Article 2 : L’affaire est renvoyée à la cour administrative d’appel de Versailles.
Article 3 : L’Etat versera une somme de 3 500 euros à la SA Monte Paschi Banque au titre
de l’article L. 761-1 du code de justice administrative.
Article 4 : La présente décision sera notifiée à la SA Monte Paschi Banque et au ministre
des finances et des comptes publics.
Abstrats : 19-04-02-01-04-082 CONTRIBUTIONS ET TAXES. IMPÔTS SUR LES
REVENUS ET BÉNÉFICES. REVENUS ET BÉNÉFICES IMPOSABLES - RÈGLES
PARTICULIÈRES. BÉNÉFICES INDUSTRIELS ET COMMERCIAUX. DÉTERMINATION
DU BÉNÉFICE NET. ACTE ANORMAL DE GESTION. - NOTION - PRISE DE RISQUE
EXCESSIF - EXCLUSION [RJ1].
Résumé : 19-04-02-01-04-082 C’est au regard du seul intérêt propre de l’entreprise que
l’administration doit apprécier, pour déterminer le caractère déductible d’une charge, si
des opérations correspondent à des actes relevant d’une gestion commerciale normale.

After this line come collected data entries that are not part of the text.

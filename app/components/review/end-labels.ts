/**
 * Moves labels apart until none is nearer to the next than `step` and all are between `top` and
 * `bottom`, in their order from the top. Answers a height for each, in the order given.
 */
export function spreadHeights(
  wanted: readonly number[],
  { step, top, bottom }: { step: number; top: number; bottom: number },
): number[] {
  const order = wanted.map((_, index) => index).sort((a, b) => wanted[a]! - wanted[b]!);
  const heights = [...wanted];
  let least = top;
  for (const index of order) {
    heights[index] = Math.max(heights[index]!, least);
    least = heights[index] + step;
  }
  let most = bottom;
  for (const index of [...order].reverse()) {
    heights[index] = Math.min(heights[index]!, most);
    most = heights[index] - step;
  }
  return heights;
}
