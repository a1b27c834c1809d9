import { useEffect, useState } from 'react';
import { useRevalidator } from 'react-router';
import { Button } from '~/components/button';
import { looksUntilLong, nextLookMs } from './next-look';

/** What stands in place of a result that is being computed; asks for it until it is there. */
export function ReviewWaiting() {
  const { revalidate, state } = useRevalidator();
  const [looks, setLooks] = useState(0);
  const wait = nextLookMs(looks);
  useEffect(() => {
    if (wait === undefined || state !== 'idle') return;
    const timer = setTimeout(() => {
      setLooks(looks + 1);
      void revalidate();
    }, wait);
    return () => clearTimeout(timer);
  }, [wait, state, looks, revalidate]);
  return (
    <div className="review-waiting">
      {wait !== undefined && <progress aria-label="Working out the result" />}
      <p role="status">{waitingWords(looks, wait === undefined)}</p>
      {wait === undefined && (
        <Button type="button" onClick={() => setLooks(0)}>
          Look again
        </Button>
      )}
      <noscript>
        <p>Load this page again in a few seconds.</p>
      </noscript>
    </div>
  );
}

function waitingWords(looks: number, gaveUp: boolean): string {
  if (gaveUp) return 'The result is not there yet. Everything that was recorded is kept.';
  if (looks > looksUntilLong) return 'The result takes longer than usual. The record is kept.';
  return 'The result is being worked out from the record.';
}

Indépendamment du cas de détournements de fonds rendus possibles par le
comportement délibéré ou la carence manifeste des dirigeants [RJ2], il n’appartient pas à
l’administration, dans ce cadre, de se prononcer sur l’opportunité des choix de gestion
opérés par l’entreprise et notamment pas sur l’ampleur des risques pris par elle pour
améliorer ses résultats.
[RJ1] Ab. jur., s’agissant de la théorie du risque manifestement excessif, CE, 17 octobre
1990, M. Loiseau, n° 83310, p. 282 ; CE, 7 janvier 2000, Epoux Philippe, n° 186108, T. p.
963 ; CE, 27 avril 2011, Société Legeps, n° 327764, T. p. 903-904., ,[RJ2] Cf. CE, 5
octobre 2007, Société Alcaltel CIT, n° 291049, p. 416.